■ **Assignment**
Find how many lines below hold "name", then state that number by itself.

Data for this task below:

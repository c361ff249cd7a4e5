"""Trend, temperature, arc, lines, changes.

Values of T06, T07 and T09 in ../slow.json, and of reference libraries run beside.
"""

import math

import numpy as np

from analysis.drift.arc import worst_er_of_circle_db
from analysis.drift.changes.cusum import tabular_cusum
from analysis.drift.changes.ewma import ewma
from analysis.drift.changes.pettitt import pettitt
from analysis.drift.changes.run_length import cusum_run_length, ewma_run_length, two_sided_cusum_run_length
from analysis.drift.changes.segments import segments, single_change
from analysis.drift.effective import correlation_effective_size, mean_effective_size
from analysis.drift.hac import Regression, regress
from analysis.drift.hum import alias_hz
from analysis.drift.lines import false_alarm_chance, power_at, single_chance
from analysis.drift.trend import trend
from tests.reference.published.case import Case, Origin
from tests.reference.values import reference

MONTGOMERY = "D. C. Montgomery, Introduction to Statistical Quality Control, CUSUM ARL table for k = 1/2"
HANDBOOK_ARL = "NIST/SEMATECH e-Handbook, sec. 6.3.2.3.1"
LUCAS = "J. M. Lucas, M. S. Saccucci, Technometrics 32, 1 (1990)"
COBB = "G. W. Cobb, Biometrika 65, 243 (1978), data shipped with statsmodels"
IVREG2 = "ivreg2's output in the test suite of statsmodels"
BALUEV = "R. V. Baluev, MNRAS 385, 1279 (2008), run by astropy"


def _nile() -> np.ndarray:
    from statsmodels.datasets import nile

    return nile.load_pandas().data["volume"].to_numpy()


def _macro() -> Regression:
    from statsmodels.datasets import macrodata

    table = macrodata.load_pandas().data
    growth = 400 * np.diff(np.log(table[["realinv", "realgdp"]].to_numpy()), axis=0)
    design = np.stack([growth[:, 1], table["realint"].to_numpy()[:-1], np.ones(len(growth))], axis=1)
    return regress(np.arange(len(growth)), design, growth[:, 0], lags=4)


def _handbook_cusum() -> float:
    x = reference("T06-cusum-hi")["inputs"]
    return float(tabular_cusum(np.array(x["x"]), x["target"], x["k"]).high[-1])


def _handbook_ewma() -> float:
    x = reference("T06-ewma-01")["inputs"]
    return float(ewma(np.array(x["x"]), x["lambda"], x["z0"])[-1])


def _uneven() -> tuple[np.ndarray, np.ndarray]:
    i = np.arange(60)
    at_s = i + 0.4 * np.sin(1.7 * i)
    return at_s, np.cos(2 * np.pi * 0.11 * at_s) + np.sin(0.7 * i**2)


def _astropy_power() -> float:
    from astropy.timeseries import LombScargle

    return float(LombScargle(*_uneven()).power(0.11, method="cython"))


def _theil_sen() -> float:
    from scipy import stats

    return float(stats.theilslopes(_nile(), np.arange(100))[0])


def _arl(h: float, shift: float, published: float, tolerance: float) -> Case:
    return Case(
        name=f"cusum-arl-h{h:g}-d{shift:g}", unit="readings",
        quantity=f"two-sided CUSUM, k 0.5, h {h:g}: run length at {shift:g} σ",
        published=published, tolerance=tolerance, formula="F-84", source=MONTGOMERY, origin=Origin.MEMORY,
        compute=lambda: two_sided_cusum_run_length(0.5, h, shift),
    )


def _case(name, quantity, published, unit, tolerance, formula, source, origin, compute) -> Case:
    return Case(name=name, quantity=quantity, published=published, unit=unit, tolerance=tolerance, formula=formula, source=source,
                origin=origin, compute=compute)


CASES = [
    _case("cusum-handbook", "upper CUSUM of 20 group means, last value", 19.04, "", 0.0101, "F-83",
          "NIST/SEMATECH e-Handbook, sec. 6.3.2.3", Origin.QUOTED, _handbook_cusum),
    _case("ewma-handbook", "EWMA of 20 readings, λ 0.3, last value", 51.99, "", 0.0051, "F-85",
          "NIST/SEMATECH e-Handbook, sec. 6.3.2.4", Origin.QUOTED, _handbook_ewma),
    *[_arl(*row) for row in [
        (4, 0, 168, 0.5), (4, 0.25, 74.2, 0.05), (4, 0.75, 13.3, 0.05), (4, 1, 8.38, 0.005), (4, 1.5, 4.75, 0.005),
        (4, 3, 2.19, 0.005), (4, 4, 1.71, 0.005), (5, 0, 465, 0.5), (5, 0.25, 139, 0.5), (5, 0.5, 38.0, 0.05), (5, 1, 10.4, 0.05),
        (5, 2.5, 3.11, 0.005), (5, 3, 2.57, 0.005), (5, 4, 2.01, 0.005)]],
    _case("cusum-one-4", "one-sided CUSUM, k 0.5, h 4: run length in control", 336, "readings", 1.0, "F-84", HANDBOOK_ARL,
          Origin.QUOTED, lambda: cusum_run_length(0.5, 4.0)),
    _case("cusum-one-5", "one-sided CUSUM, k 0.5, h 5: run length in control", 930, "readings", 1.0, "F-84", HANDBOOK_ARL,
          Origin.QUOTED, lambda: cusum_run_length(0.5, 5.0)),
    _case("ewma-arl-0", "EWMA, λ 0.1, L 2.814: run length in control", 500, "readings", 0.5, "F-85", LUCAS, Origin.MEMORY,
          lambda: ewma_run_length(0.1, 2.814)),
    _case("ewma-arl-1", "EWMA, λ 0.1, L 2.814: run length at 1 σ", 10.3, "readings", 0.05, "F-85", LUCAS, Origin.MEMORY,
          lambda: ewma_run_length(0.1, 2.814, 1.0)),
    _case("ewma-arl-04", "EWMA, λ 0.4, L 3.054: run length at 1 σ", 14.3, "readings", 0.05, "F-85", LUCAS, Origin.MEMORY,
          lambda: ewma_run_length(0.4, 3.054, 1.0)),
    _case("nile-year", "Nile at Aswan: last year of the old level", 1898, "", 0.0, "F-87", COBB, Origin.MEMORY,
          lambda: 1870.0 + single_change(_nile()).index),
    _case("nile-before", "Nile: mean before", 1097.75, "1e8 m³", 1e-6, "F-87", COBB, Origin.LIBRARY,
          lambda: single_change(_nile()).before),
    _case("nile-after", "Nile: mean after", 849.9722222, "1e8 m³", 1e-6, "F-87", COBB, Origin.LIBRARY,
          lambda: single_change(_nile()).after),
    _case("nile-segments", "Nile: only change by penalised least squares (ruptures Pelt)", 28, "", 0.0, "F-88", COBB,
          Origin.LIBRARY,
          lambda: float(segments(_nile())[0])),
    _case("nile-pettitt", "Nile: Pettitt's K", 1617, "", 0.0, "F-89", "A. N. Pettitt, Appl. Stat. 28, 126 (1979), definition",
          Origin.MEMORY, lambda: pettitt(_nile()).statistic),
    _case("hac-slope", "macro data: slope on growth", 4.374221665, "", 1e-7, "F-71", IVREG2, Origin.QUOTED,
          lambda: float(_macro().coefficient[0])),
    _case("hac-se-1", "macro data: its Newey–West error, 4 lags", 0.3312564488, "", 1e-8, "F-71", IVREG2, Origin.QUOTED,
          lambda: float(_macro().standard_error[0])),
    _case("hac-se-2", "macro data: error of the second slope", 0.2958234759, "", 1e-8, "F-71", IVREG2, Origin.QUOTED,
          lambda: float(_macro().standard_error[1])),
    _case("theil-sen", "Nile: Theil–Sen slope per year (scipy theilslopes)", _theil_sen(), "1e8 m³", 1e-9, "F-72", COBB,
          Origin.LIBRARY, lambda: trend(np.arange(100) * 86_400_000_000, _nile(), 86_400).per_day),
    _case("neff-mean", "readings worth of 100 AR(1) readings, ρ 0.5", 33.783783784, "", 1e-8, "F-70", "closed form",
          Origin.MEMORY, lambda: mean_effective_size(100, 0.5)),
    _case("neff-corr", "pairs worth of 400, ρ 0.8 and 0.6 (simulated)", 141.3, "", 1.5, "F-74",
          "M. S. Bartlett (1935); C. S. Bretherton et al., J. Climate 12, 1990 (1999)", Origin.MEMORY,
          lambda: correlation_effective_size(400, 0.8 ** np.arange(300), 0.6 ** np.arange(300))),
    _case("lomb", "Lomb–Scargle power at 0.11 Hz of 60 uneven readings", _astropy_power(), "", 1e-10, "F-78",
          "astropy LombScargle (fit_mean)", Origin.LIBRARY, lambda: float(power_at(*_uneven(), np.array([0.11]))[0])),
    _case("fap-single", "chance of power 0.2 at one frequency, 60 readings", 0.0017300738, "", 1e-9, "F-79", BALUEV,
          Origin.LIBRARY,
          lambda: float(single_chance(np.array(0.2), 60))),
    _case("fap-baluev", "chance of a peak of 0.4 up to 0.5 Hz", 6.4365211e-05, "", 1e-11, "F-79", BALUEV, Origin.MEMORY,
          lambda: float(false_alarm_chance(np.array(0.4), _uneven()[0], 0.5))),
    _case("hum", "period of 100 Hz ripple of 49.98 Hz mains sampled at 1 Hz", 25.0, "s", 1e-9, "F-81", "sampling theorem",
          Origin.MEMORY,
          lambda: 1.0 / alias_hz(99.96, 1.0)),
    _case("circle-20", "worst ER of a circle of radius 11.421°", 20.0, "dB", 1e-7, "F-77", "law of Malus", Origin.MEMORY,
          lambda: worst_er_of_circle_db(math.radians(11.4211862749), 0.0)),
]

End of Data for this task.

■ **Your response**
3